Par des mémoires en défense enregistrés les 27 avril et 4 mai 2026, la caisse d’allocations familiales de l’Eure conclut au rejet de la requête.
Elle fait valoir que :
la contestation de la pénalité relève du tribunal judiciaire en application de l’article L. 114-17-2 du code de la sécurité sociale ;
les retenues sont justifiées en l’absence d’exercice par la requérante des voies de recours à sa disposition.
Par un mémoire en défense enregistré le 4 mai 2026, le département de l’Eure conclut au rejet de la requête.
Il fait valoir que :
les conclusions dirigées contre lui sont irrecevables en ce que les retenues ont été décidées par le directeur de la caisse d’allocations familiales et sont effectuées sur des prestations qui ne relèvent pas de sa compétence ;
le tribunal administratif n’est pas compétent pour se prononcer sur la contestation de la pénalité litigieuse.

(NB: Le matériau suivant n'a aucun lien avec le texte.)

"""What one key of a case says against another: each contradiction is named at its key, none solved by a guess."""

import pytest
from hypothesis import HealthCheck, given, settings
from hypothesis import strategies as st

from retrofit.case import read_case
from retrofit.case.model import FIELDS, TABLES
from retrofit.case.rules import GIVEN_ONCE, NEEDS, NOT_BOTH, ORDERS, RISING
from retrofit.errors import CaseFileError

BASE = """\
[plant]
refrigerant = "R404A"
{plant}
[duty]
cooling = "120 kW"
evaporating = "-8 degC"
condensing = "42 degC"
{duty}
[compare]
candidates = ["R448A", "R449A"]
{tables}
"""
EVAPORATOR = "[evaporator]\ninlet = '{}'\noutlet = '{}'\narrangement = 'crossflow'"
CONDENSER = "[condenser]\ninlet = '{}'\noutlet = '{}'\narrangement = 'crossflow'"
TEN = str(list(range(10)))
POLYNOMIAL = (
    f"[compressor.polynomial]\nunits = 'SI'\ncapacity = {TEN}\npower = {TEN}\nsuperheat = '11.1 K'\n"
    "subcooling = '0 K'\nevaporating = ['-40 degC', '-5 degC']\ncondensing = ['25 degC', '55 degC']\n"
)
POINTS = "efficiency_points = [[2, 0.62, 0.92], [4, 0.7, 0.86]]\n"


def text_of(tables="", plant="", duty=""):
    """Return the text of a case with more lines."""
    return BASE.format(tables=tables, plant=plant, duty=duty)


@pytest.mark.parametrize(
    "tables",
    [
        EVAPORATOR.format("2 degC", "-3 degC"),
        CONDENSER.format("32 degC", "38 degC"),
        POLYNOMIAL,
        "[compressor]\n" + POINTS,
        "[compressor]\nspeed = 'steps'\nsteps = 4",
        "[compressor]\nspeed = 'variable'",
        "[readings]\ncurrent = '92 A'",
        "[readings]\ncurrent = '92 A'\npower = '54 kW'\nvoltage = '400 V'",
        "[readings]\ncurrent = '92 A'\npower = '54 kW'\nvoltage = '400 V'\nphases = 3\npower_factor = 0.85",
        "[controls]\nlow_pressure_cut_out = '1 bar g'\nlow_pressure_cut_in = '2 bar g'",
        "[evaporator]\npressure_drop = '1 K'",
        "[lines.suction]\ndiameter = '80 mm'\nlength = '5 m'\nriser = '5 m'",
    ],
)
def test_what_fits_together_is_read(case, tables):
    """No rule refuses an ordinary plant."""
    assert case(text_of(tables)).duty.cooling_W == 120_000.0


@pytest.mark.parametrize(
    ("plant", "tables", "key", "part"),
    [
        (
            "",
            EVAPORATOR.format("2 degC", "3 degC"),
            "evaporator.outlet",
            '"3 degC" is not below inlet "2 degC"; an evap',
        ),
        ("", EVAPORATOR.format("2 degC", "2 degC"), "evaporator.outlet", "is not below inlet"),
        ("", CONDENSER.format("32 degC", "30 degC"), "condenser.outlet", "is not above inlet"),
        (
            "",
            EVAPORATOR.format("-8 degC", "-9 degC"),
            "evaporator.inlet",
            '"-8 degC" is not above duty.evaporating "-8 degC"',
        ),
        ("", CONDENSER.format("42 degC", "43 degC"), "condenser.inlet", "is not below duty.condensing"),
        (
            "",
            EVAPORATOR.format("-4 degC", "-6 degC"),
            "duty.useful_superheat",
            "at −3.0 degC, warmer than what it cools",
        ),
        ("", "[evaporator]\ninlet = '2 degC'", "evaporator.inlet", "add outlet, or flow, to [evaporator]"),
        ("", "[evaporator]\noutlet = '2 degC'", "evaporator.outlet", "add inlet to [evaporator]"),
        ("", "[evaporator]\nflow = '2 kg/s'", "evaporator.flow", "add inlet to [evaporator]"),
        ("", "[evaporator]\nflow = '2 kg/s'", "evaporator.flow", "the specific heat of what flows is not known"),
        ("", "[condenser]\nmedium = 'brine'\nflow = '2 kg/s'", "condenser.flow", "add specific_heat to [condenser]"),
        (
            "",
            "[evaporator]\ninlet = '2 degC'\noutlet = '1 degC'",
            "evaporator.inlet",
            "add arrangement to [evaporator]",
        ),
        ("", EVAPORATOR.format("2 degC", "-3 degC") + "\nflow = '8 kg/s'", "evaporator.flow", "outlet is given too"),
        (
            "",
            CONDENSER.format("32 degC", "38 degC") + "\nspecific_heat = '1 kJ/(kg K)'",
            "condenser.specific_heat",
            "outlet is given too; the outlet and the duty make the flow",
        ),
        (
            "evaporator = 'flooded'",
            EVAPORATOR.format("2 degC", "-3 degC"),
            "evaporator.arrangement",
            '"crossflow" does not go with plant.evaporator "flooded"',
        ),
        (
            "evaporator = 'direct expansion'",
            EVAPORATOR.format("2 degC", "-3 degC").replace("crossflow", "flooded"),
            "evaporator.arrangement",
            "does not go with",
        ),
        ("", POLYNOMIAL.replace("capacity", "# capacity"), "compressor.polynomial", "capacity or mass_flow is missing"),
        ("", POLYNOMIAL.replace("power", "# power"), "compressor.polynomial", "power or current is missing"),
        (
            "",
            POLYNOMIAL.replace("superheat", "# superheat"),
            "compressor.polynomial",
            "superheat or return_gas is missing",
        ),
        (
            "",
            POLYNOMIAL + f"mass_flow = {TEN}",
            "compressor.polynomial.mass_flow",
            "capacity and mass_flow are both given",
        ),
        ("", POLYNOMIAL + f"current = {TEN}", "compressor.polynomial.current", "power and current are both given"),
        (
            "",
            POLYNOMIAL + f"current = {TEN}",
            "compressor.polynomial.current",
            "add voltage, phases and power_factor to",
        ),
        ("", POLYNOMIAL + "return_gas = '18 degC'", "compressor.polynomial.return_gas", "are both given; keep one"),
        (
            "",
            POLYNOMIAL.replace("subcooling", "# s"),
            "compressor.polynomial.capacity",
            "add subcooling to [compressor.p",
        ),
        (
            "",
            POLYNOMIAL.replace("'-40 degC', '-5 degC'", "'-5 degC', '-40 degC'"),
            "compressor.polynomial.evaporating[2]",
            "the list rises",
        ),
        (
            "",
            "[compressor]\nisentropic_efficiency = 0.7\n" + POLYNOMIAL,
            "compressor.isentropic_efficiency",
            "given too",
        ),
        (
            "",
            "[compressor]\nvolumetric_efficiency = 0.7\n" + POLYNOMIAL,
            "compressor.volumetric_efficiency",
            "given too",
        ),
        ("", "[compressor]\n" + POINTS + POLYNOMIAL, "compressor.efficiency_points", "polynomial is given too"),
        (
            "",
            "[compressor]\nisentropic_efficiency = 0.7\n" + POINTS,
            "compressor.isentropic_efficiency",
            "efficiency_points is given too; the points hold this efficiency",
        ),
        (
            "",
            "[compressor]\nefficiency_points = [[4, 0.62, 0.92], [4, 0.7, 0.86]]",
            "compressor.efficiency_points[2]",
            "is not above the one before",
        ),
        ("", "[compressor]\nsteps = 4", "compressor.steps", 'steps goes with speed = "steps"'),
        ("", "[compressor]\nspeed = 'fixed'\nlowest_speed = 0.3", "compressor.lowest_speed", 'with speed = "variable"'),
        ("", "[compressor]\nhighest_suction = '-9 degC'", "compressor.highest_suction", "is below duty.evaporating"),
        ("", "[compressor]\nhighest_suction = '42 degC'", "compressor.highest_suction", "is not below duty.condensing"),
        (
            "high_side_limit = '28 bar g'\nlow_side_limit = '29 bar g'",
            "",
            "plant.low_side_limit",
            '"29 bar g" is above high_side_limit "28 bar g"',
        ),
        (
            "relief_setting = '28 bar g'",
            "[controls]\nhigh_pressure_cut_out = '28 bar g'",
            "plant.relief_setting",
            "is not above controls.high_pressure_cut_out",
        ),
        (
            "highest_ambient = '32 degC'",
            "[readings]\nambient = '33 degC'",
            "readings.ambient",
            "is above plant.highest_ambient",
        ),
        (
            "",
            "[controls]\nlow_pressure_cut_out = '2 bar g'\nlow_pressure_cut_in = '1.5 bar g'",
            "controls.low_pressure_cut_out",
            "is not below low_pressure_cut_in",
        ),
        (
            "",
            "[controls]\nlow_pressure_cut_out = '2 bar g'\nrack_set_point = '2 bar g'",
            "controls.low_pressure_cut_out",
            "is not below rack_set_point",
        ),
        *(
            (
                "",
                f"[controls]\n{name} = '26 bar g'\nhigh_pressure_cut_out = '25 bar g'",
                f"controls.{name}",
                "is not below high_pressure_cut_out",
            )
            for name in (
                "low_pressure_cut_in",
                "rack_set_point",
                "evaporator_regulator",
                "crankcase_regulator",
                "head_pressure",
            )
        ),
        (
            "altitude = '2000 m'",  # the air there has 0.795 bar, so 1.9 bar a is 1.105 bar g
            "[controls]\nlow_pressure_cut_out = '1.2 bar g'\nlow_pressure_cut_in = '1.9 bar a'",
            "controls.low_pressure_cut_out",
            "is not below",
        ),
        ("", "[controls]\nfan_steps = ['14 bar g', '12 bar g']", "controls.fan_steps[2]", 'one before, "14 bar g"'),
        (
            "",
            "[readings]\nsuction_pressure = '18 bar g'\ndischarge_pressure = '3.6 bar g'",
            "readings.suction_pressure",
            "a compressor raises the pressure",
        ),
        (
            "",
            "[readings]\nliquid_pressure = '3 bar g'\nsuction_pressure = '3.6 bar g'",
            "readings.liquid_pressure",
            "is not above suction_pressure",
        ),
        (
            "",
            "[readings]\nsuction_temperature = '73 degC'\ndischarge_temperature = '7 degC'",
            "readings.discharge_temperature",
            "a compressor warms the gas",
        ),
        (
            "",
            "[readings]\nliquid_temperature = '73 degC'\ndischarge_temperature = '70 degC'",
            "readings.liquid_temperature",
            "a condenser cools",
        ),
        (
            "",
            "[readings]\nevaporator_in = '-3 degC'\nevaporator_out = '2 degC'",
            "readings.evaporator_out",
            "an evaporator cools",
        ),
        (
            "",
            "[readings]\ncondenser_in = '38 degC'\ncondenser_out = '32 degC'",
            "readings.condenser_out",
            "a condenser warms",
        ),
        (
            "",
            "[readings]\ncondenser_flow = '2 kg/s'",
            "readings.condenser_flow",
            "add condenser_specific_heat to [readings]",
        ),
        (
            "",
            "[readings]\nevaporator_specific_heat = '4 kJ/(kg K)'",
            "readings.evaporator_specific_heat",
            "add evaporator_flow to [readings]",
        ),
        (
            "",
            "[readings]\ncurrent = '92 A'\nvoltage = '400 V'",
            "readings.current",
            "add phases and power_factor to [readings], or power",
        ),
        (
            "",
            "[readings]\npower = '5.4 kW'\ncurrent = '92 A'\nvoltage = '400 V'\nphases = 3\npower_factor = 0.85",
            "readings.power",
            "which make 54.2 kW",  # √3 · 400 V · 92 A · 0.85 = 54.18 kW
        ),
        (
            "",
            "[lines.discharge]\ndiameter = '54 mm'\nlength = '4 m'\nriser = '5 m'",
            "lines.discharge.riser",
            '"5 m" is above length "4 m"',
        ),
    ],
)
def test_each_contradiction_is_named(complaints, plant, tables, key, part):
    """A contradiction has the key to change and both values, and no case comes of it."""
    found = complaints(text_of(tables, plant))

    assert any(name == key and part in text for _, name, text in found), found
    assert all(text.isprintable() for _, _, text in found)


def test_superheat_is_not_held_against_the_inlet_when_temperatures_are_means(case):
    """With a glide the gas leaves above the mean by an amount that this room does not know."""
    tables = EVAPORATOR.format("-4 degC", "-6 degC")

    assert case(text_of(tables, duty='reading = "mean"')).duty.useful_superheat_K == 5.0


def test_a_contradiction_and_a_fault_come_together_with_their_lines(complaints):
    """One run names what is wrong by itself and what is wrong between keys."""
    found = complaints(text_of("[readings]\nevaporator_in = '1 degC'\nevaporator_out = '2 degC'\npower = 5"))

    assert [(line, key) for line, key, _ in found] == [(13, "readings.evaporator_out"), (14, "readings.power")]


def test_rules_speak_of_keys_that_exist():
    """A rule about a misspelt key would never be broken."""
    orders = {key for order in ORDERS for key in (order.key, order.other)}
    once = {key for pair in GIVEN_ONCE for key in pair}
    both = {key for kept, key, _ in NOT_BOTH for key in (kept, key)}
    needs = {key for first, needed, _ in NEEDS for key in (first, *needed)}

    assert orders | once | both | needs | set(RISING) <= FIELDS.keys() | TABLES.keys()
    assert {order.relation for order in ORDERS} == {"below", "above", "at most", "at least"}


VALUES = st.one_of(
    st.sampled_from(
        (
            "'5 K'",
            "'2 degC'",
            "'-3 degC'",
            "'50 degC'",
            "'3 bar g'",
            "'30 bar a'",
            "'1 bar'",
            "'8 kg/s'",
            "'1 kJ/(kg K)'",
        )
    ),
    st.sampled_from(("'40 m'", "'80 mm'", "'250 l'", "'92 A'", "'400 V'", "'16 h'", "'54 kW'", "'30 %'", "'0.3 bar'")),
    st.sampled_from(
        ("'air'", "'flooded'", "'crossflow'", "'steps'", "'variable'", "'SI'", "{}", "{R32 = 1.1}", "{a = {}}")
    ),
    st.sampled_from(
        ("[]", "['copper']", "['12 bar g', '11 bar g']", "[[2, 0.6, 0.9], [3, 0.7, 0.8]]", "[[1], 2]", TEN)
    ),
    st.integers(-3, 10**20).map(str),
    st.floats(allow_nan=True).map(lambda number: repr(number)),
    st.sampled_from(("true", "2026-12-01", "''")),
)
KEYS = st.sampled_from(sorted({key for key in FIELDS if not key.startswith(("duty.", "compare.", "plant.refr"))}))


@settings(deadline=None, max_examples=300, suppress_health_check=[HealthCheck.function_scoped_fixture])
@given(lines=st.dictionaries(KEYS, VALUES, max_size=12))
def test_any_values_of_the_keys_are_read_or_refused(case, lines):
    """Whatever stands under the keys, a case comes of it or complaints that name keys in printable words."""
    written = "\n".join(f"{key} = {value}" for key, value in lines.items())
    try:
        read = case(f"{written}\n{text_of()}".replace("[plant]\n", "plant.", 1))
        outcome = all(key in read.given or lines[key] == "{}" for key in lines)
    except CaseFileError as refusal:
        outcome = all(problem.line and problem.text.isprintable() for problem in refusal.problems)

    assert outcome


def test_what_may_be_recommended_is_named_once(tmp_path):
    """A candidate that is the refrigerant in the plant too stands once in the list of what can be written."""
    path = tmp_path / "plant.toml"
    path.write_text(
        "[plant]\nrefrigerant = 'R404A'\n[duty]\ncooling = '5 kW'\nevaporating = '-8 degC'\ncondensing = '40 degC'\n"
        "[compare]\ncandidates = ['R404A', 'R404A', 'R448A']\n[report]\nrecommended = 'R22'\n",
        encoding="utf-8",
    )
    with pytest.raises(CaseFileError) as caught:
        read_case(path)

    assert 'R-22 is not compared here; write "R404A" or "R448A", or add it to compare.candidates' in str(caught.value)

Vu les autres pièces du dossier.
Vu :
- le code de la sécurité sociale ;
- le code de l’organisation judiciaire ;
- le code de justice administrative.
Considérant ce qui suit :
Mme B… est bénéficiaire de plusieurs prestations sociales en qualité de personne séparée et vivant seule depuis le 26 février 2022. Sa situation a fait l’objet d’un rapport de contrôle par un agent assermenté qui a estimé qu’elle vivait en concubinage avec le père de ses enfants depuis le 25 mars 2024. Ses droits ont, en conséquence, été revus en prenant en compte les ressources du père des enfants. Par une décision du 13 janvier 2026, la caisse d’allocations familiales de l’Eure lui a notifié une dette d’un montant de 26 316,83 euros au titre de diverses prestations sociales. Le 18 février 2026, la caisse d’allocations familiales de l’Eure l’a informée qu’elle envisageait d’appliquer une pénalité pour suspicion de fraude et l’a invitée à présenter des observations écrites ou orales, ce que Mme B… a fait, le 23 février 2026. Par deux décisions du 26 mars 2026, la caisse d’allocations familiales de l’Eure a décidé, d’une part, de maintenir la qualification de fraude à son encontre assortie d’une pénalité d’un montant de 1 085 euros au titre des prestations familiales et, d’autre part, d’une majoration de 10% pour frais de gestion des dettes frauduleuses d’un montant de 1 546,18 euros au titre du revenu de solidarité active.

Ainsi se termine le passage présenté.